• **AIM OF THE EXERCISE**
This task is to restate all of the entries exactly.

:: GIVEN DATA

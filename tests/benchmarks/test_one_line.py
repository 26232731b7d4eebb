"""Thousands of explicit one-line equations, from text to answer."""

from __future__ import annotations

from typing import Any

import pytest
from one_line import one_line_worksheet

import eqsheet


def solve_text(text: str) -> Any:
    return eqsheet.parse(text).solve()


@pytest.mark.parametrize("size", [2_500, 5_000, 10_000])
def test_text_to_answer(benchmark: Any, size: int) -> None:
    text, expected = one_line_worksheet(size)
    assert len(expected) == size + 2
    solution = benchmark.pedantic(solve_text, args=(text,), rounds=1)
    assert {name: solution[name].si for name in expected} == pytest.approx(expected, rel=1e-12)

::::

• **ANSWER TO THE PROBLEM**
filename tests/benchmarks/test_one_line.py
repository 26232731b7d4eebb
"""Thousands of explicit one-line equations, from text to answer."""

from __future__ import annotations

from typing import Any

import pytest
from one_line import one_line_worksheet

import eqsheet


def solve_text(text: str) -> Any:
    return eqsheet.parse(text).solve()


@pytest.mark.parametrize("size", [2_500, 5_000, 10_000])
def test_text_to_answer(benchmark: Any, size: int) -> None:
    text, expected = one_line_worksheet(size)
    assert len(expected) == size + 2
    solution = benchmark.pedantic(solve_text, args=(text,), rounds=1)
    assert {name: solution[name].si for name in expected} == pytest.approx(expected, rel=1e-12)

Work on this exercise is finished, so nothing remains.